Data for analysis START

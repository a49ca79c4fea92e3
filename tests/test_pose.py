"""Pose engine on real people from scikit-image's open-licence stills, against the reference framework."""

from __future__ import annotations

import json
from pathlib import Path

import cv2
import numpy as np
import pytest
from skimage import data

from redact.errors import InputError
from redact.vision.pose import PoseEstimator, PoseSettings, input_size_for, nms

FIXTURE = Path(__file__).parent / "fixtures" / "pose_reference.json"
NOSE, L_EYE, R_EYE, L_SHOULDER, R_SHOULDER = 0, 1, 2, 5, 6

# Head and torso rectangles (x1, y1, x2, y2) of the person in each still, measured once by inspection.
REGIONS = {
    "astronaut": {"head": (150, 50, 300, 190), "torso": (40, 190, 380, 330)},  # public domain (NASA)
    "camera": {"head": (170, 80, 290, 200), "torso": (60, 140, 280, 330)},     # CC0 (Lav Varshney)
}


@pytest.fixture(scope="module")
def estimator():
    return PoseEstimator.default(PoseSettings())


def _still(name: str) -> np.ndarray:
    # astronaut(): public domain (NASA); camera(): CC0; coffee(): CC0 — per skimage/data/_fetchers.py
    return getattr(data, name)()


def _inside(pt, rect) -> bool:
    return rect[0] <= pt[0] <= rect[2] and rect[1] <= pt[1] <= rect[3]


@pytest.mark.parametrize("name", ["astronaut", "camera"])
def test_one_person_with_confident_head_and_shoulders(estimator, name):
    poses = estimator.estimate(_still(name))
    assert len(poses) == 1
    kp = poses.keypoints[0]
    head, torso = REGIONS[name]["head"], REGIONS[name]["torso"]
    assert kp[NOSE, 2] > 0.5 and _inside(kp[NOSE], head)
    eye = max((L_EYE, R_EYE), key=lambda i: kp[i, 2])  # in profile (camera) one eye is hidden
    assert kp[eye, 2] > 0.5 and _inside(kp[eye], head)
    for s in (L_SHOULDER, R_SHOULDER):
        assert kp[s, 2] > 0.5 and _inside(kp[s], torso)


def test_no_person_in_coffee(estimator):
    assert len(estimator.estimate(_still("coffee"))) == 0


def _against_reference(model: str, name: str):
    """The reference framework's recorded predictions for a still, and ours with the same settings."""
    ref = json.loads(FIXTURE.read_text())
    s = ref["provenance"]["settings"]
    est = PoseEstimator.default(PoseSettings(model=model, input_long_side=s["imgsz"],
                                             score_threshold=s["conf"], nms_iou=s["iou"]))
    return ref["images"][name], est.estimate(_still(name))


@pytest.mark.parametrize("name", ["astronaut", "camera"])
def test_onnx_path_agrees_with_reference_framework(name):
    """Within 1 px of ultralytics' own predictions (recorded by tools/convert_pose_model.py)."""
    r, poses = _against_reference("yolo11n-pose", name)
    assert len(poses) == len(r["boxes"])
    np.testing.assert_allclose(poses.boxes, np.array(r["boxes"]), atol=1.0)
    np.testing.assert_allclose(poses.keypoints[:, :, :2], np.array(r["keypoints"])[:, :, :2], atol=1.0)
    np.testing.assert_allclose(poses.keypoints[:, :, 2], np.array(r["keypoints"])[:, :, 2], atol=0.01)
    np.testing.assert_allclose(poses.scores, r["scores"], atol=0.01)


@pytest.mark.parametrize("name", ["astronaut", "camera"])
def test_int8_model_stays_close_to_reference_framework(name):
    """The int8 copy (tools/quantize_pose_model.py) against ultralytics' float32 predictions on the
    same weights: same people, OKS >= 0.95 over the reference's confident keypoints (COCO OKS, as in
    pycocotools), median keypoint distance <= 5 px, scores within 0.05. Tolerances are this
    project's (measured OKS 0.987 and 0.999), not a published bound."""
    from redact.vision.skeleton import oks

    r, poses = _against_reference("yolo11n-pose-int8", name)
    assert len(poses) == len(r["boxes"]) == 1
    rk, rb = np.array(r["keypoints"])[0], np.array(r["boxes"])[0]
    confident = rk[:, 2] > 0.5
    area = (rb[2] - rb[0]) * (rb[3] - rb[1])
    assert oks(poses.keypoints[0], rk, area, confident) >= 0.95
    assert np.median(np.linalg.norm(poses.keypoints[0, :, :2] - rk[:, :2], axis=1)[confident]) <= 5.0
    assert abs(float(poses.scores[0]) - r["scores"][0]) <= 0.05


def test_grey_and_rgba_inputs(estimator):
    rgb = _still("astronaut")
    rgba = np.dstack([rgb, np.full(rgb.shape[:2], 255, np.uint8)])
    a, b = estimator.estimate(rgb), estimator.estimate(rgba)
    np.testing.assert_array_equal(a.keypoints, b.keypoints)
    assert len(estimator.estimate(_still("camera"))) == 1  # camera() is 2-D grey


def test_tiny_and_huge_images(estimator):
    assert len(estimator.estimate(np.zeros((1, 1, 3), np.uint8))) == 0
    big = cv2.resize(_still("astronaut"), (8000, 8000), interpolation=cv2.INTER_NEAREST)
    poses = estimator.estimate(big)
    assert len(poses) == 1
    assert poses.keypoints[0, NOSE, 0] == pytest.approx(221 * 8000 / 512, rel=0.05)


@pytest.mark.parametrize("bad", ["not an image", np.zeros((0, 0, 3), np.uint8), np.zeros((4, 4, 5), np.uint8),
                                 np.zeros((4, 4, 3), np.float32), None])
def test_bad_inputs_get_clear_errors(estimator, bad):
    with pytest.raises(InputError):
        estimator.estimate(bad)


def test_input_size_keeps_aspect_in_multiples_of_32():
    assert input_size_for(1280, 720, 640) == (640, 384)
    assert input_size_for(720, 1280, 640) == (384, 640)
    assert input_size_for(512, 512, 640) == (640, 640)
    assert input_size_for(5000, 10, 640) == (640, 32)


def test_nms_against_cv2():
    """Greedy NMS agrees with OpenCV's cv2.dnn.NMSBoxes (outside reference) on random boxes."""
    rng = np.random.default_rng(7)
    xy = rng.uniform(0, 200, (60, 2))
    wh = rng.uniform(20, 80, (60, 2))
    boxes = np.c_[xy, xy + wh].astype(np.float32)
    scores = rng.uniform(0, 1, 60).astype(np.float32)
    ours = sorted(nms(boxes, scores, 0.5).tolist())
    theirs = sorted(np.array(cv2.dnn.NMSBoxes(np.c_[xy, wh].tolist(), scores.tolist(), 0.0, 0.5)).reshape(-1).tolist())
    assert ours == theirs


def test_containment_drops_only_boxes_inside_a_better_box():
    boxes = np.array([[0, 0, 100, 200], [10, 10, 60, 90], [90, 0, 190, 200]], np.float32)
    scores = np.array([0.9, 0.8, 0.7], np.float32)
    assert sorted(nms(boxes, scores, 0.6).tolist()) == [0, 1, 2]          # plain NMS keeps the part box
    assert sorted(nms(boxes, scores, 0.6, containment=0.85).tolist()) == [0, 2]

Data for analysis END

Instructions to follow: Which lines of the data hold the string "ours"? Return each of them.

Exercise output:
    """The reference framework's recorded predictions for a still, and ours with the same settings."""
    ours = sorted(nms(boxes, scores, 0.5).tolist())
    assert ours == theirs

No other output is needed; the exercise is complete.